Solving a complex trigonometry equation. Driving a golf ball perfectly straight. Listening to Beethoven. Reasoning with your wife. What do these all have in common? They have far less snail-gel-stimulating power than tasting wine.
In his recently published book, Neuroenology: How the Brain Creates the Taste of Wine, Yale neuroscientist (and our new hero) Gordon Shepherd lays out some groundbreaking research, ultimately concluding that wine tasting delivers more brain stimulating power than, say, solving a complex math equation.
“We show that just as with creating the flavors of food, creating the flavors of wine engages more of the brain than any other human experience,” Shepherd writes in the introduction to his book.
To help you understand what this means, we distilled Shepherd’s research into an easy-to-understand diagram.

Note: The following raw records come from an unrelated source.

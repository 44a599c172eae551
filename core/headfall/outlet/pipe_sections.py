"""The sections of a pipe run and what each loses."""

from __future__ import annotations

from dataclasses import dataclass

import numpy as np


@dataclass(frozen=True, slots=True)
class NamedLoss:
    """A loss of a section, on the velocity in its bore: ``count`` times K, K1/Re in laminar flow added.

    ``low``, ``typical`` and ``high`` [-] are K for turbulent flow; ``laminar`` is K1 [-]; ``source`` a key of the list
    of sources.
    """

    name: str
    low: float
    typical: float
    high: float
    laminar: float = 0.0
    count: int = 1
    source: str = "own_loss"


@dataclass(frozen=True, slots=True)
class PipeSection:
    """A length of pipe of one bore [m]; ``roughness`` [m] is lowest, typical, highest.

    A fixed Darcy ``friction_factor`` takes the place of the roughness. ``losses`` are those of fittings and valve.
    """

    bore: float
    length: float
    roughness: tuple[float, float, float] = (0.0, 0.0, 0.0)
    friction_factor: float | None = None
    losses: tuple[NamedLoss, ...] = ()
    bore_name: str = ""

    @property
    def area(self) -> float:
        """Area of the bore [m²]."""
        return float(np.pi / 4 * self.bore**2)

    @property
    def laminar_loss(self) -> float:
        """Sum of K1 [-]."""
        return sum(loss.count * loss.laminar for loss in self.losses)

    def loss(self, end: str) -> float:
        """Return the sum of K [-] at an end: ``low``, ``typical`` or ``high``."""
        return sum(loss.count * float(getattr(loss, end)) for loss in self.losses)


def change_of_bore(first: float, second: float) -> tuple[float, bool]:
    """Return K [-] of a sudden change from one bore [m] to the next, and whether it is on the second bore's velocity.

    Contraction 0.5·(1 − β²), enlargement (1 − β²)², both on the velocity in the smaller bore, β the ratio of bores;
    source ``borda_carnot``.
    """
    if second < first:
        return 0.5 * (1 - (second / first) ** 2), True
    return (1 - (first / second) ** 2) ** 2, False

See, from the moment you lay eyes on a glass of wine, your neurons start going wild with anticipation. As you sniff, swirl, slosh, and ultimately swallow a sip of wine, the entire process continues that trend by “sending a flavor signal to the brain that triggers massive cognitive computation involving pattern recognition, memory, value judgment, emotion and, of course, pleasure.” All these sensory experiences imprint into your memory, strengthening it along the way.
There’s a tremendous range of sensory, motor and central brain systems involved in a wine tasting
Wine tasting? More like brain training!
Based on our own exhaustive research at the Last Bottle bar, er, laboratory, we can conclude that yes, genius is apparent in the entire staff. Plus, this isn’t the first time we’ve heard about the cerebral power of wine. Last year, another study published in Frontiers in Human Neuroscience compared the brains of 13 sommeliers and 13 people working “regular” jobs. The brain scans showed the somms had developed thicker and more robust areas of the brain that deal with olfactory and memory response. In turn, the researchers concluded that studying wine might help lower the risk of Alzheimer’s disease.
Wine engages more of the brain than any other human experience.
Basically, what we conclude from these studies is that if you drink wine while also listening to Beethoven, you’ll end up with a Stephen Hawking like intelligence. Seriously though, if you think of all the cases of wine you buy as “study materials” and actually treat them as such by learning more about the regions, the methods, and identifying the unique characteristics of smell and flavor, you might be better off in the long run. Add that to your list of totally legitimate reasons to drink wine.